Summary
“First Blood” fulfills some worldbuilding duties while asking some interesting dramatic questions.
This recap of First Kill season 1, episode 2, “First Blood”, contains spoilers.
Picking up in that moment of confusion where we left off, “First Blood” opens with Cal watching Juliette slide to the floor, presumably dead. She has her first kill, she thinks, but at what cost? She runs, and cries, and cries while running. But when she gets on the nearest bus, she feels her neck for injury and finds none. Has she just murdered an innocent young girl?
First Kill season 1, episode 2 recap
Meanwhile, Cal’s family is awoken in the night by the rummaging of a creature they call a “shambler”, which looks like halfway between an alien and Mr. Blobby, though admittedly a version with very bad skin. Either way, it’s rendered in noticeably unconvincing PS2-era computer graphics and is looking for something specific – a Summoner, which is the little locket thing that Apollo brought home from the cemetery. The creature’s head is lopped off before it can do anything with the accouterment, but this is treated as a very big deal.
Oh, and Juliette is fine. She wakes up, pulls the stake out of her chest – the hole closes up in a similarly unimpressive visual flourish – and spots someone spying on her through the crack in the doorway. Uh-oh! Luckily, the police have already shut down the party, giving Juliette the chance to sneak out unnoticed. But she doesn’t manage to sneak into her own house unnoticed. Seeing the blood around her mouth, Juliette’s parents think she has achieved her first kill, which it’s easier for Juliette not to deny. The only problem is that there is a consecration ceremony on the first full moon after a Legacy’s – more on this term below – first kill, and Juliette has plans that day.
By the way, the police were at Noah’s party responding to the death of a 17-year-old girl named Ashley, whose liver we later learn was mysteriously excised in the same manner as a pattern of killings that the coroner distinctly remembers.

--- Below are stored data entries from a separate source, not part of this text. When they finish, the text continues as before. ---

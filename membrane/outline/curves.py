"""The curves of a cut head, each with the names of what runs along it."""

from __future__ import annotations

from collections.abc import Collection, Iterable, Mapping

from membrane.errors import OutlineError
from membrane.kernel import Kernel
from membrane.outline.copies import Copy, Probe, matching, probe, runs_along
from membrane.outline.cut import Cut
from membrane.outline.names import Names
from membrane.records.outline import Curve
from membrane.records.study import Study, Support


def curves(kernel: Kernel, cut: Cut, names: Names) -> tuple[Curve, ...]:
    """Name every curve that bounds a remaining face or ends within one: edges first.

    A curve between a remaining face and a hole bears the hole's name; a curve at one
    remaining face and nothing else, the name of the outline edge that it lies on. The
    kernel's own record of what became of a curve is not reliable after a cut.
    """
    faces = cut.patches
    tags = {t for face in faces for t in (*kernel.border(face), *kernel.inner_curves(face))}
    found = [_named(kernel, cut, names, probe(kernel, tag)) for tag in sorted(tags)]
    order = names.order
    _check_all(names, {name for curve in found for name in curve.edges})
    return tuple(sorted(found, key=lambda curve: (_rank(order, curve), curve.tag)))


def _rank(order: Mapping[str, int], curve: Curve) -> int:
    return min((order[name] for name in curve.edges), default=len(order))


def _named(kernel: Kernel, cut: Cut, names: Names, probed: Probe) -> Curve:
    lines = dict.fromkeys(copy.name for copy in matching(kernel, probed, names.lines))
    curve = Curve(
        tag=probed.tag,
        edge=_edge(kernel, cut, names, probed),
        length=kernel.length(probed.tag),
        lines=tuple(lines),
        lips=_lips(kernel, names, probed),
    )
    _check_lips(curve)
    return curve


def _edge(kernel: Kernel, cut: Cut, names: Names, probed: Probe) -> str | None:
    faces = kernel.neighbours(probed.tag)
    if sum(face in cut.patches for face in faces) == 2:
        return None
    hole = next((cut.holes[face] for face in faces if face in cut.holes), None)
    among = names.edges if hole is None else names.holes[hole]
    copy = next(matching(kernel, probed, among), None)
    if copy is None:
        raise OutlineError(
            "A part of the outline's boundary has no name; "
            "the geometry script must name all of its edges."
        )
    split = names.splits.get(copy.name)
    part = split.part_at(copy, probed.middle) if split else None
    return part or copy.name


def _lips(kernel: Kernel, names: Names, probed: Probe) -> tuple[str, str] | None:
    """The lips to the left and right of a curve along its parameter."""
    found: list[tuple[str, str]] = []
    for (left, right), slit in names.slits.items():
        copy = next(matching(kernel, probed, slit), None)
        if copy is not None:
            found.append((left, right) if runs_along(kernel, probed, copy) else (right, left))
    if len(found) > 1:
        raise OutlineError(
            f"Two slits run along each other, with the lips {found[0][0]} and {found[1][0]}; "
            "draw them as one."
        )
    return found[0] if found else None


def _check_lips(curve: Curve) -> None:
    if curve.lips and curve.edge:
        raise OutlineError(
            f"The slit with the lip {curve.lips[0]} runs along the edge {curve.edge}; "
            "move it inwards."
        )
    if curve.lips and curve.lines:
        raise OutlineError(
            f"The line load {curve.lines[0]} runs along the slit with the lip {curve.lips[0]}; "
            "give the mass to the edges of the slit instead."
        )


def _check_all(names: Names, found: set[str]) -> None:
    for lips in names.slits:
        if not found.intersection(lips):
            slit = lips[0].removesuffix(".left")
            raise OutlineError(
                f"The slit {slit} lies wholly outside the head; move it onto the head."
            )
    for name in names.order:
        if name not in found and name not in names.splits:
            raise OutlineError(
                f"Nothing is left of the edge {name}; move or leave out what cuts it away."
            )


def check_lines(kernel: Kernel, names: Names, found: Iterable[Curve]) -> None:
    """Raise OutlineError where a line load does not lie on the head with all its length."""
    drawn = _lengths(kernel, names.lines)
    left = dict.fromkeys(drawn, 0.0)
    for curve in found:
        for name in curve.lines:
            left[name] += curve.length
    for name, length in drawn.items():
        off = length - left[name]
        if off > _OFF * length:
            wholly = off > (1.0 - _OFF) * length
            where = (
                "wholly outside the head" if wholly else f"outside the head by {1e3 * off:.3g} mm"
            )
            raise OutlineError(
                f"The line load {name} lies {where}; move it onto the head or make it shorter."
            )


def check_loads(study: Study, found: Collection[Curve]) -> None:
    """Raise OutlineError where a line load lies on fixed edges with all its length."""
    for load in study.line_loads:
        edges = {curve.edge for curve in found if load.name in curve.lines}
        if all(edge and study.edge(edge).support is Support.FIXED for edge in edges):
            raise OutlineError(
                f"The line load {load.name} runs along the edge {min(map(str, edges))}, which is "
                "fixed and does not move; leave it out or set another support."
            )


_OFF = 1e-6
"""Share of a line's length that rounding may leave off the head."""


def _lengths(kernel: Kernel, lines: Iterable[Copy]) -> Mapping[str, float]:
    lengths: dict[str, float] = {}
    for copy in lines:
        lengths[copy.name] = lengths.get(copy.name, 0.0) + kernel.length(copy.tag)
    return lengths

Luckily, Elinor exhibits Jedi Mind Trick-like powers to convince the man that nothing he saw was remotely suspicious, covering up the Legacies’ ventures behind mundane officialdom obviously being a well-honed process (and probably why the family all have positions of influence within, say, the District Attorney’s office.)
Ashley’s death is convenient since Juliette’s parents think that’s who her victim was, but her father, especially, is worried about the nature of the death – the injuries suggest a level of violence that he’s uncomfortable with since he doesn’t want Juliette to become “like him”, just in case you needed a touch of deliberately mysterious dialogue. And at the same time, Cal is confounded by the fact that Juliette didn’t immediately turn into ash and dust when she was staked. In fact, they lock eyes in the school corridors, and neither of them seems to know what to make of the other.
A subsequent conversation suggests that Elinor’s twin, Oliver, is who her father was referring to earlier. In the same conversation, we also learn that Elinor’s mind-manipulation powers are unique to her, so she has been advised not to use them, and later, when Cal pursues Juliette to the school roof during a vigil for Ashley, it’s revealed in a fight between the two that Juliette’s blood paralyzes those who touch it. Weird!
Juliette can also fight. Cal suggests the vampires have been training to fight back against the hunters, but Juliette claims she was born like that – it struck me as a slightly corny tough-chick line at the time, but she doesn’t seem the type, so I’m not sure it was. It’d only be right for a teen-drama protagonist to have something special about her, right?
Either way, Principal Waters summons both to his office for being on the roof, which could represent a jumper or an active shooter, so both Margot, Juliette’s mother, and Talia, Cal’s guardian, are summoned with them. While Cal and Juliette still clearly have a thing for each other, it seems like the parents do, too. Weird again! And, it turns out, calculated, since when Cal returns home that night she finds her entire family, including her father, readying for action. Talia explains that the reason Juliette didn’t die when she was staked is that she’s a Legacy vampire, born vampires whose pure bloodlines stretch back thousands of years, perhaps even to the Garden of Eden. And it’s important for a Guild-trained house of monster hunters to make sure that every member of a Legacy family is killed.
This might well throw a spanner in the works of Juliette and Cal’s burgeoning relationship.
You can stream First Kill season 1, episode 2, “First Blood”, exclusively on Netflix.